* Directions for this task:
Restate all the data exactly, so that each line is the same as before.

* Data:

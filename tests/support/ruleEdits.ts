import type { Edits } from './ruleTable';
import { gone } from './ruleTable';

/** Within the window of the sound worksheets, and before its `on`. */
export const READ_AT = '2026-12-01T08:50:00-06:00';

/** The W path's exception: nothing of 50 V or more is exposed. */
export const BELOW_FIFTY: Edits = {
  'decision/reason': 'below 50 V',
  'supply/workVolts': 24,
  'supply/higherVoltsExposed': false,
};

/** An inspection from outside, covers on: nobody is restricted, no arc flash is likely. */
export const FAR: Edits = {
  'job/task': 'inspect',
  'arcFlash/task': 'thermography or inspection outside restricted',
  'crew/0/closest': 'outside all boundaries',
};

/** A 277 V circuit, without readings and colors of another system. */
export const CIRCUIT_277: Edits = {
  'supply/system': '480Y/277',
  'supply/circuitVolts': 277,
  'supply/readings': gone,
  'supply/conductorColors': gone,
};

/** The helper made a qualified person. */
export const SECOND_QUALIFIED: Edits = {
  'crew/1/qualified': true,
  'crew/1/qualifiedThrough': '2028-01-01',
};

/** How a listed source is opened and held. */
export const HELD_BY_LEAD = {
  openedAt: 'breaker',
  held: 'lock and tag',
  lockNumber: '12',
  lockedBy: ['c1'],
  byCrewId: 'c1',
};
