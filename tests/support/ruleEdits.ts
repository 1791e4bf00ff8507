import type { Edits } from './ruleTable';
import { gone } from './ruleTable';

/** Within the window of the sound worksheets, and before its `on`. */
export const READ_AT = '2026-12-01T08:50:00-06:00';

/** The W path's exception: nothing of 50 V or more is exposed. */
export const BELOW_FIFTY: Edits = {
  'decision/reason': 'below 50 V',
  'supply/workVolts': 24,
  'supply/higherVoltsExposed': false,
};

/** An inspection from outside, covers on: nobody is restricted, no arc flash is likely. */
export const FAR: Edits = {
  'job/task': 'inspect',
  'arcFlash/task': 'thermography or inspection outside restricted',
  'crew/0/closest': 'outside all boundaries',
};

/** A 277 V circuit, without readings and colors of another system. */
export const CIRCUIT_277: Edits = {
  'supply/system': '480Y/277',
  'supply/circuitVolts': 277,
  'supply/readings': gone,
  'supply/conductorColors': gone,
};

/** The helper made a qualified person. */
export const SECOND_QUALIFIED: Edits = {
  'crew/1/qualified': true,
  'crew/1/qualifiedThrough': '2028-01-01',
};

/** How a listed source is opened and held. */
export const HELD_BY_LEAD = {
  openedAt: 'breaker',
  held: 'lock and tag',
  lockNumber: '12',
  lockedBy: ['c1'],
  byCrewId: 'c1',
};

/** A set of gloves in test. */
export const GLOVE_SET = {
  gloveClass: '0',
  lastTestedOn: '2026-09-01',
  issuedOn: '2026-08-01',
  airTested: true,
  leatherProtectors: true,
};

export const BATTERY_UNIT = {
  id: 'b1',
  kind: 'battery unit',
  from: 'Unit over door 1',
  openedAt: 'battery connector',
  held: 'exclusive control',
  byCrewId: 'c1',
};

/** A second circuit at the first point of work, on conductors of its own. */
export const UNSWITCHED_HOT = {
  id: 'h1',
  kind: 'unswitched hot',
  from: 'LA-1 ckt 9',
  points: ['A1'],
  openedAt: 'breaker',
  held: 'lock and tag',
  lockNumber: '13',
  lockedBy: ['c1'],
  byCrewId: 'c1',
};

/** A reading of a pair that the sound worksheet has read at 0 V already. */
export const readingOf = (volts: unknown, others: object = {}) => ({
  point: 'A1',
  from: 'B',
  to: 'G',
  volts,
  current: 'ac',
  at: READ_AT,
  ...others,
});
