import { vi } from 'vitest';

/** Answers by the beginning of the path under `/api`; anything else is a 404. The first that fits wins. */
export function stubServer(answers: Readonly<Record<string, unknown>>) {
  const server = vi.fn<typeof fetch>((input) => {
    const path = (input instanceof Request ? input.url : input.toString()).replace(/^.*\/api/, '');
    const key = Object.keys(answers).find((start) => path.startsWith(start));
    const found = key !== undefined;
    return Promise.resolve(
      new Response(
        JSON.stringify(
          found ? answers[key] : { type: '/problems/not-found', title: 'Not found.', status: 404 },
        ),
        { status: found ? 200 : 404, headers: { 'Content-Type': 'application/json' } },
      ),
    );
  });
  vi.stubGlobal('fetch', server);
  return server;
}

* Response area:
filename tests/support/ruleEdits.ts
import type { Edits } from './ruleTable';
import { gone } from './ruleTable';

/** Within the window of the sound worksheets, and before its `on`. */
export const READ_AT = '2026-12-01T08:50:00-06:00';

/** The W path's exception: nothing of 50 V or more is exposed. */
export const BELOW_FIFTY: Edits = {
  'decision/reason': 'below 50 V',
  'supply/workVolts': 24,
  'supply/higherVoltsExposed': false,
};

/** An inspection from outside, covers on: nobody is restricted, no arc flash is likely. */
export const FAR: Edits = {
  'job/task': 'inspect',
  'arcFlash/task': 'thermography or inspection outside restricted',
  'crew/0/closest': 'outside all boundaries',
};

/** A 277 V circuit, without readings and colors of another system. */
export const CIRCUIT_277: Edits = {
  'supply/system': '480Y/277',
  'supply/circuitVolts': 277,
  'supply/readings': gone,
  'supply/conductorColors': gone,
};

/** The helper made a qualified person. */
export const SECOND_QUALIFIED: Edits = {
  'crew/1/qualified': true,
  'crew/1/qualifiedThrough': '2028-01-01',
};

/** How a listed source is opened and held. */
export const HELD_BY_LEAD = {
  openedAt: 'breaker',
  held: 'lock and tag',
  lockNumber: '12',
  lockedBy: ['c1'],
  byCrewId: 'c1',
};
filename tests/support/ruleEdits.ts
repository 1791e4bf00ff8507
import type { Edits } from './ruleTable';
import { gone } from './ruleTable';

/** Within the window of the sound worksheets, and before its `on`. */
export const READ_AT = '2026-12-01T08:50:00-06:00';

/** The W path's exception: nothing of 50 V or more is exposed. */
export const BELOW_FIFTY: Edits = {
  'decision/reason': 'below 50 V',
  'supply/workVolts': 24,
  'supply/higherVoltsExposed': false,
};

/** An inspection from outside, covers on: nobody is restricted, no arc flash is likely. */
export const FAR: Edits = {
  'job/task': 'inspect',
  'arcFlash/task': 'thermography or inspection outside restricted',
  'crew/0/closest': 'outside all boundaries',
};

/** A 277 V circuit, without readings and colors of another system. */
export const CIRCUIT_277: Edits = {
  'supply/system': '480Y/277',
  'supply/circuitVolts': 277,
  'supply/readings': gone,
  'supply/conductorColors': gone,
};

/** The helper made a qualified person. */
export const SECOND_QUALIFIED: Edits = {
  'crew/1/qualified': true,
  'crew/1/qualifiedThrough': '2028-01-01',
};

/** How a listed source is opened and held. */
export const HELD_BY_LEAD = {
  openedAt: 'breaker',
  held: 'lock and tag',
  lockNumber: '12',
  lockedBy: ['c1'],
  byCrewId: 'c1',
};

/** A set of gloves in test. */
export const GLOVE_SET = {
  gloveClass: '0',
  lastTestedOn: '2026-09-01',
  issuedOn: '2026-08-01',
  airTested: true,
  leatherProtectors: true,
};

export const BATTERY_UNIT = {
  id: 'b1',
  kind: 'battery unit',
  from: 'Unit over door 1',
  openedAt: 'battery connector',
  held: 'exclusive control',
  byCrewId: 'c1',
};

/** A second circuit at the first point of work, on conductors of its own. */
export const UNSWITCHED_HOT = {
  id: 'h1',
  kind: 'unswitched hot',
  from: 'LA-1 ckt 9',
  points: ['A1'],
  openedAt: 'breaker',
  held: 'lock and tag',
  lockNumber: '13',
  lockedBy: ['c1'],
  byCrewId: 'c1',
};

/** A reading of a pair that the sound worksheet has read at 0 V already. */
export const readingOf = (volts: unknown, others: object = {}) => ({
  point: 'A1',
  from: 'B',
  to: 'G',
  volts,
  current: 'ac',
  at: READ_AT,
  ...others,
});
import { vi } from 'vitest';

/** Answers by the beginning of the path under `/api`; anything else is a 404. The first that fits wins. */
export function stubServer(answers: Readonly<Record<string, unknown>>) {
  const server = vi.fn<typeof fetch>((input) => {
    const path = (input instanceof Request ? input.url : input.toString()).replace(/^.*\/api/, '');
    const key = Object.keys(answers).find((start) => path.startsWith(start));
    const found = key !== undefined;
    return Promise.resolve(
      new Response(
        JSON.stringify(
          found ? answers[key] : { type: '/problems/not-found', title: 'Not found.', status: 404 },
        ),
        { status: found ? 200 : 404, headers: { 'Content-Type': 'application/json' } },
      ),
    );
  });
  vi.stubGlobal('fetch', server);
  return server;
}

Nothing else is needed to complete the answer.